All the limits pointed out here explain how operational and planning approaches have to differ, operation being inevitably more realistic since better informed. It can also be noted that this general statement has a lesser strength when the "inflows" considered (underground gas injection, nuclear fuel reloading, etc.) are not subject to a stochasticity as high as that of actual hydro-resources.


  1. Several hydro-management modes are available in the application. They are detailed in the Antares general reference guide; an overview is given in appendix 1 of the present document. 

  2. An alternative modelling, using no proper reservoir, may be considered for these installations: it is based on "binding constraints" between virtual generating units. In these models (either daily or weekly), the level reached at the end of the week is deemed to be identical to the initial level. The important difference is that the initial level is not defined prior to the optimization but is a result of the optimization (initial conditions are artificially set to an ideal point allowing to get the best economic outcome for the week). 

  3. There are a number of irreducible differences between actual operation and the simplified modelling required in planning approaches: these differences set limits to the "realism" of water values, presented in appendix 2. 

  4. A random epsilon value \(\epsilon_t\) depending on \(t\) is in practice used in the simulation for the sake of smoothing generation patterns. 

  5. The regular planning horizon in Antares is \(t + 1\) year because most hydro-resources are managed on an annual basis. However, the suitable modelling of systems involving hyper-annual hydro-reservoirs (e.g. Spain) or other kinds of hyper-annual resources (nuclear cores) should require a longer prospective analysis. 

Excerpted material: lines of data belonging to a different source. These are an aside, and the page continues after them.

impl<'de> Deserialize<'de> for OrderedJson {
    fn deserialize<D: Deserializer<'de>>(d: D) -> Result<Self, D::Error> {
        struct V;
        impl<'de> Visitor<'de> for V {
            type Value = OrderedJson;
            fn expecting(&self, f: &mut fmt::Formatter) -> fmt::Result {
                f.write_str("JSON")
            }
            fn visit_bool<E: de::Error>(self, v: bool) -> Result<OrderedJson, E> {
                Ok(OrderedJson::Leaf(v.into()))
            }
            fn visit_i64<E: de::Error>(self, v: i64) -> Result<OrderedJson, E> {
                Ok(OrderedJson::Leaf(v.into()))
            }
            fn visit_u64<E: de::Error>(self, v: u64) -> Result<OrderedJson, E> {
                Ok(OrderedJson::Leaf(v.into()))
            }
            fn visit_f64<E: de::Error>(self, v: f64) -> Result<OrderedJson, E> {
                Ok(OrderedJson::Leaf(v.into()))
            }
            fn visit_str<E: de::Error>(self, v: &str) -> Result<OrderedJson, E> {
                Ok(OrderedJson::Leaf(v.into()))
            }
            fn visit_unit<E: de::Error>(self) -> Result<OrderedJson, E> {
                Ok(OrderedJson::Leaf(serde_json::Value::Null))
            }
            fn visit_seq<A: de::SeqAccess<'de>>(self, mut a: A) -> Result<OrderedJson, A::Error> {
                let mut items = Vec::new();
                while let Some(v) = a.next_element()? {
                    items.push(v);
                }
                Ok(OrderedJson::List(items))
            }
            fn visit_map<A: de::MapAccess<'de>>(self, mut a: A) -> Result<OrderedJson, A::Error> {
                let mut entries = Vec::new();
                while let Some((k, v)) = a.next_entry::<String, OrderedJson>()? {
                    entries.push((k, v));
                }
                Ok(OrderedJson::Map(entries))
            }
        }
        d.deserialize_any(V)
    }
}

/// The path a problem is listed under: a missing field's own path
/// (`supply.voltage_v`, `name`) rather than its section's (or the empty
/// top level).
fn missing_field_path(path: &str, message: &str) -> String {
    let name = message
        .split_once("missing field `")
        .and_then(|(_, rest)| rest.split_once('`'))
        .map(|(name, _)| name);
    match name {
        Some(name) if path.is_empty() => name.to_string(),
        Some(name) if path.rsplit('.').next() != Some(name) => format!("{path}.{name}"),
        _ => path.to_string(),
    }
}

  6. Renewable intermittent energies (including hydro run-of-river) are modelled as must-run generation that are subtracted from the demand to supply. 

  7. The differences between the approaches lie in how step (2) is carried out. Multi-scenarios DDP aggregates year-long trajectories, while SDP computes expectations at each weekly milestone. Both methods have merits and both are imperfect, partly because of the limits developed in appendix 1

  8. Thermal fuel costs, transmission fees, lost load indemnities, spilled generation indemnities, hydro overflow indemnities. 

  9. Possibly curtailed by overflows. As a matter of fact, 168 variables attached to possible reservoir overflow are also defined and used in the objective formulation, in both accurate and fast pricing modes. For simplicity’s sake, they are omitted here. The comprehensive formulation is available in the document β€œoptimization problems formulation”. Note that overflow costs are not considered as a part of hydro (future) costs but as a part of real (current) costs. They can be seen as indemnities owed to the hydro producer. As of v8.2.0 the same reference indemnity is used for spillage (generated energy that cannot be used) and overflow (energy that cannot be stored in view of future generation) 

  10. The two quantities are not exactly equal, because of three main phenomena described in the Antares general reference guide: \(\Omega_{real}\) may be influenced by random economic spreads on unsupplied energy cost, spilled energy cost and thermal prices, whereas OV.COST includes no spread. \(\Omega_{real}\) is based on thermal market bids whereas OV.COST reflects thermal reference costs. Finally, \(\Omega_{real}\) may include transmission hurdle costs while OV.COST does not. The two assessments coincide if there are no spreads, if thermal prices are equal to costs and if there are no transmission fees. 

  11. In this implementation, the economic assumption made regarding the initial stock is that it does not come for free and has to be bought. As already pointed out, this choice has no influence on the outcome of the simulation. The investment required at the beginning of week \(w\) is then exactly the value left in the reservoir at the end of week \(w-1\). If week \(w\) is the first week of the year, a calculation identical in principle to that defined for hour 168 is performed with relevant parameters.